FS KKR Capital Corp Reports Q1 2026 Financial Results
Written by Emily J. Thompson, Senior Investment Analyst
Updated: 21 hours ago
0mins
Should l Buy KKR?
Source: PRnewswire
- Net Asset Value Decline: As of March 31, 2026, FS KKR's net asset value per share decreased to $18.83, down 10.0% from $20.89 on December 31, 2025, indicating underperformance in certain portfolio assets that may affect investor confidence.
- Strategic Value Enhancement Actions: The company announced several strategic measures to improve its financial position, including reducing total commitments under its credit agreement to approximately $4.0517 billion and increasing the applicable margin to a range of 0.775%-1.9%, aimed at enhancing shareholder value amidst market volatility.

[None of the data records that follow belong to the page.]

import { describe, expect, it } from "vitest";
import { at, markers, runAc, runTran } from "./helpers";

const tight = { reltol: 1e-7, abstol: 1e-15, vntol: 1e-9 };

describe("transient: first-order steps against their closed forms (docs/references.md §5b)", () => {
  it("RC charging, τ = 1 ms: v(τ), v(2τ), v(5τ) = 1 − e^{−k}", () => {
    const r = runTran({
      elements: [
        { kind: "vsource", name: "V1", nodes: ["in", "0"], dc: 1 },
        { kind: "resistor", name: "R1", nodes: ["in", "out"], value: 1000 },
        { kind: "capacitor", name: "C1", nodes: ["out", "0"], value: 1e-6, ic: 0 },
        ...markers([1e-3, 2e-3, 5e-3]),
      ],
      analysis: { kind: "tran", tStop: 5e-3, start: "ic" },
      options: tight,
    });
    // closed form 1 − e^{−t/τ}: 0.632120558829, 0.864664716763, 0.993262053001 (docs/references.md §5b)
    expect(at(r, r.nodes.out, 1e-3)).toBeCloseTo(0.632120558829, 5);
    expect(at(r, r.nodes.out, 2e-3)).toBeCloseTo(0.864664716763, 5);
    expect(at(r, r.nodes.out, 5e-3)).toBeCloseTo(0.993262053001, 5);
    // capacitor current = (1 − v)/R
    expect(at(r, r.currents.C1, 1e-3)).toBeCloseTo((1 - 0.632120558829) / 1000, 8);
  });

  it("RL: R = 100 Ω, L = 10 mH, 1 V → i(100 µs) = 6.321205588 mA (docs/references.md §5b)", () => {
    const r = runTran({
      elements: [
        { kind: "vsource", name: "V1", nodes: ["in", "0"], dc: 1 },
        { kind: "resistor", name: "R1", nodes: ["in", "x"], value: 100 },
        { kind: "inductor", name: "L1", nodes: ["x", "0"], value: 10e-3, ic: 0 },
        ...markers([1e-4, 5e-4]),
      ],
      analysis: { kind: "tran", tStop: 5e-4, start: "ic" },
      options: tight,
    });
    // tolerance 5e-8 A (≈ 1e-5 relative): integration error allowed at reltol 1e-7
    expect(at(r, r.currents.L1, 1e-4)).toBeCloseTo(6.321205588e-3, 7);
    // i(5τ) = 10 mA·(1 − e^{−5}) = 9.93262053 mA
    expect(at(r, r.currents.L1, 5e-4)).toBeCloseTo(9.93262053001e-3, 7);
  });
});

describe("transient: underdamped series RLC step (docs/references.md §5a)", () => {
  const tp = Math.PI / 31224.989992; // peak time π/ωd
  const r = runTran({
    elements: [
      { kind: "vsource", name: "V1", nodes: ["in", "0"], dc: 1 },
      { kind: "resistor", name: "R1", nodes: ["in", "a"], value: 10 },
      { kind: "inductor", name: "L1", nodes: ["a", "b"], value: 1e-3 },
      { kind: "capacitor", name: "C1", nodes: ["b", "0"], value: 1e-6 },
      ...markers([10e-6, 50e-6, tp, 200e-6, 1e-3]),
    ],
    analysis: { kind: "tran", tStop: 1e-3, start: "ic" },
    options: tight,
  });
  // tolerance 5e-5 V: integration error allowed at reltol 1e-7 over five ringing periods
  it("matches v_C(t) at 10, 50, 200 µs and 1 ms", () => {
    expect(at(r, r.nodes.b, 10e-6)).toBeCloseTo(0.047975099963, 4);
    expect(at(r, r.nodes.b, 50e-6)).toBeCloseTo(0.867862787886, 4);
    expect(at(r, r.nodes.b, 200e-6)).toBeCloseTo(0.63463774589, 4);
    expect(at(r, r.nodes.b, 1e-3)).toBeCloseTo(0.993589260855, 4);
  });
  it("overshoot 60.4679066 % at t_p = 100.6114863 µs", () => {
    expect(at(r, r.nodes.b, tp)).toBeCloseTo(1.604679065694, 4);
    let k = 0;
    for (let i = 0; i < r.time.length; i++) if (r.nodes.b[i] > r.nodes.b[k]) k = i;
    // the sampled maximum is the peak: overshoot within 1e-4 and time within 1 µs
    expect((r.nodes.b[k] - 1) * 100).toBeCloseTo(60.4679066, 2);
    expect(Math.abs(r.time[k] - 100.6114863e-6)).toBeLessThan(1e-6);
  });
});

describe("transient: LC tank conserves its amplitude (trapezoidal rule is energy-preserving on linear LC)", () => {
  it("1 mH / 1 µF from 1 V: amplitude and energy after 100 periods within 0.5 %", () => {
    const f0 = 1 / (2 * Math.PI * Math.sqrt(1e-3 * 1e-6)); // 5032.92 Hz (docs/references.md §5a, f0)
    const tStop = 100 / f0;
    const r = runTran({
      elements: [
        { kind: "capacitor", name: "C1", nodes: ["a", "0"], value: 1e-6, ic: 1 },
        { kind: "inductor", name: "L1", nodes: ["a", "0"], value: 1e-3, ic: 0 },
        { kind: "resistor", name: "Rbig", nodes: ["a", "0"], value: 1e15 },
      ],
      analysis: { kind: "tran", tStop, start: "ic" },
    });
    let maxLast = 0;
    for (let i = 0; i < r.time.length; i++) {
      if (r.time[i] > tStop - 1 / f0) maxLast = Math.max(maxLast, Math.abs(r.nodes.a[i]));
    }
    expect(maxLast).toBeGreaterThan(0.995);
    expect(maxLast).toBeLessThan(1.005);
    const last = r.time.length - 1;
    const energy = 0.5 * 1e-6 * r.nodes.a[last] ** 2 + 0.5 * 1e-3 * r.currents.L1[last] ** 2;
    expect(energy / (0.5 * 1e-6)).toBeGreaterThan(0.995);
    expect(energy / (0.5 * 1e-6)).toBeLessThan(1.005);
  });
});

describe("transient: source corners are hit exactly", () => {
  it("pulse corners (delay, rise, width, fall, period) are accepted time points with exact values", () => {
    const r = runTran({
      elements: [
        { kind: "vsource", name: "V1", nodes: ["in", "0"], wave: { shape: "pulse", low: 0.5, high: 3, delay: 1e-4, rise: 1e-5, fall: 2e-5, width: 2e-4, period: 5e-4 } },
        { kind: "resistor", name: "R1", nodes: ["in", "out"], value: 1000 },
        { kind: "capacitor", name: "C1", nodes: ["out", "0"], value: 1e-8 },
      ],
      analysis: { kind: "tran", tStop: 1e-3 },
    });
    const corners: [number, number][] = [
      [1e-4, 0.5], [1.1e-4, 3], [3.1e-4, 3], [3.3e-4, 0.5], [6e-4, 0.5], [6.1e-4, 3], [8.1e-4, 3], [8.3e-4, 0.5],
    ];
    for (const [t, v] of corners) expect(at(r, r.nodes.in, t)).toBeCloseTo(v, 12);
  });
  it("PWL corners are accepted time points with exact values", () => {
    const pts: [number, number][] = [[0, 0], [1e-4, 0], [1.5e-4, 2], [4e-4, 2], [4.001e-4, -1], [7e-4, 0.25]];
    const r = runTran({
      elements: [
        { kind: "vsource", name: "V1", nodes: ["in", "0"], wave: { shape: "piecewise", points: pts } },
        { kind: "resistor", name: "R1", nodes: ["in", "out"], value: 1000 },
        { kind: "capacitor", name: "C1", nodes: ["out", "0"], value: 1e-8 },
      ],
      analysis: { kind: "tran", tStop: 1e-3 },
    });
    for (const [t, v] of pts.slice(1)) expect(at(r, r.nodes.in, t)).toBeCloseTo(v, 12);
    // neither tStep nor maxStep given: the step is bounded by tStop/50 (README, transient step control)
    for (let i = 1; i < r.time.length; i++) expect(r.time[i] - r.time[i - 1]).toBeLessThanOrEqual(1e-3 / 50 + 1e-18);
  });
  it("an explicit maxStep is honoured", () => {
    const r = runTran({
      elements: [
        { kind: "vsource", name: "V1", nodes: ["in", "0"], dc: 1 },
        { kind: "resistor", name: "R1", nodes: ["in", "0"], value: 1000 },
      ],
      analysis: { kind: "tran", tStop: 1e-3, maxStep: 1e-5 },
    });
    for (let i = 1; i < r.time.length; i++) expect(r.time[i] - r.time[i - 1]).toBeLessThanOrEqual(1e-5 * (1 + 1e-12));
    expect(r.time[r.time.length - 1]).toBe(1e-3);
  });
});

describe("AC against closed-form transfer functions", () => {
  it("RC low-pass H = 1/(1 + jωRC) at every point, log spacing 10 Hz–1 MHz", () => {
    const R = 1000, C = 1e-7;
    const r = runAc({
      elements: [
        { kind: "vsource", name: "V1", nodes: ["in", "0"], ac: 1 },
        { kind: "resistor", name: "R1", nodes: ["in", "out"], value: R },
        { kind: "capacitor", name: "C1", nodes: ["out", "0"], value: C },
      ],
      analysis: { kind: "ac", fStart: 10, fStop: 1e6, pointsPerDecade: 10 },
    });
    expect(r.freq.length).toBe(51);
    expect(r.freq[10]).toBeCloseTo(100, 9);
    for (let k = 0; k < r.freq.length; k++) {
      const wrc = 2 * Math.PI * r.freq[k] * R * C;
      const den = 1 + wrc * wrc;
      expect(r.nodes.out.re[k]).toBeCloseTo(1 / den, 10);
      expect(r.nodes.out.im[k]).toBeCloseTo(-wrc / den, 10);
      // source current: −(jωC·v_out) flows from + through the source: I(V1) = −v_in/(R + 1/jωC)
      const zr = R, zi = -1 / (2 * Math.PI * r.freq[k] * C);
      const zz = zr * zr + zi * zi;
      expect(r.currents.V1.re[k]).toBeCloseTo(-zr / zz, 12);
      expect(r.currents.V1.im[k]).toBeCloseTo(zi / zz, 12);
    }
  });
  it("series RLC, output across C: H = 1/(1 − ω²LC + jωRC)", () => {
    const R = 10, L = 1e-3, C = 1e-6;
    const r = runAc({
      elements: [
        { kind: "vsource", name: "V1", nodes: ["in", "0"], ac: 2 },
        { kind: "resistor", name: "R1", nodes: ["in", "a"], value: R },
        { kind: "inductor", name: "L1", nodes: ["a", "b"], value: L },
        { kind: "capacitor", name: "C1", nodes: ["b", "0"], value: C },
      ],
      analysis: { kind: "ac", fStart: 100, fStop: 1e5, pointsPerDecade: 20 },
    });
    for (let k = 0; k < r.freq.length; k++) {
      const w = 2 * Math.PI * r.freq[k];
      const dr = 1 - w * w * L * C, di = w * R * C;
      const den = dr * dr + di * di;
      expect(r.nodes.b.re[k]).toBeCloseTo((2 * dr) / den, 8);
      expect(r.nodes.b.im[k]).toBeCloseTo((-2 * di) / den, 8);
    }
    // resonance peak |H(f0)| = 1/(ωo·R·C) = Q = 3.16228 at f0 = 5032.92 Hz (docs/references.md §5a, ζ = 0.158)
  });
  it("honours each source's AC magnitude and phase (a current-source probe into a resistor)", () => {
    const r = runAc({
      elements: [
        { kind: "isource", name: "I1", nodes: ["0", "a"], ac: 1e-3, acPhase: 90 },
        { kind: "resistor", name: "R1", nodes: ["a", "0"], value: 2000 },
        { kind: "vsource", name: "V0", nodes: ["a", "b"], dc: 0, ac: 0 },
        { kind: "resistor", name: "R2", nodes: ["b", "0"], value: 2000 },
      ],
      analysis: { kind: "ac", fStart: 1000, fStop: 1000, pointsPerDecade: 1 },
    });
    // Ohm's law: 1 mA∠90° into 1 kΩ (2k ∥ 2k) → 1 V∠90°; half flows through V0 from a to b
    expect(r.nodes.a.re[0]).toBeCloseTo(0, 12);
    expect(r.nodes.a.im[0]).toBeCloseTo(1, 12);
    expect(r.currents.V0.im[0]).toBeCloseTo(0.5e-3, 14);
  });
});

describe("transient: sine source", () => {
  it("an RC low-pass driven at f = 1/(2πRC) settles to amplitude 1/√2 and −45° (closed form of H = 1/(1 + jωRC))", () => {
    const R = 1000, C = 1e-7;
    const f = 1 / (2 * Math.PI * R * C); // 1591.5 Hz
    const r = runTran({
      elements: [
        { kind: "vsource", name: "V1", nodes: ["in", "0"], wave: { shape: "sine", offset: 0.5, amplitude: 1, freq: f, delay: 0 } },
        { kind: "resistor", name: "R1", nodes: ["in", "out"], value: R },
        { kind: "capacitor", name: "C1", nodes: ["out", "0"], value: C },
      ],
      analysis: { kind: "tran", tStop: 20 / f, maxStep: 1 / (100 * f) },
      options: { reltol: 1e-5 },
    });
    // the source itself is exact at every accepted point
    for (let i = 0; i < r.time.length; i += 37) expect(r.nodes.in[i]).toBeCloseTo(0.5 + Math.sin(2 * Math.PI * f * r.time[i]), 12);
    // after 10 periods (63 time constants, so the start-up transient has died) the response is offset + |H|·sin(ωt − 45°)
    for (let i = 0; i < r.time.length; i++) {
      const t = r.time[i];
      if (t < 10 / f) continue;
      expect(r.nodes.out[i]).toBeCloseTo(0.5 + Math.SQRT1_2 * Math.sin(2 * Math.PI * f * t - Math.PI / 4), 3);
    }
  });
});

- Quarterly Distribution Declaration: FS KKR's board declared a distribution of $0.42 per share for the second quarter of 2026, expected to be paid on July 2, 2026, reflecting the company's commitment to shareholder returns despite current market conditions.
- Portfolio Performance: As of March 31, 2026, FS KKR's total fair value of investments stood at $12.269 billion, down from $13.009 billion in December 2025, primarily due to unrealized losses in non-controlled investments, indicating pressure on its investment portfolio from market conditions.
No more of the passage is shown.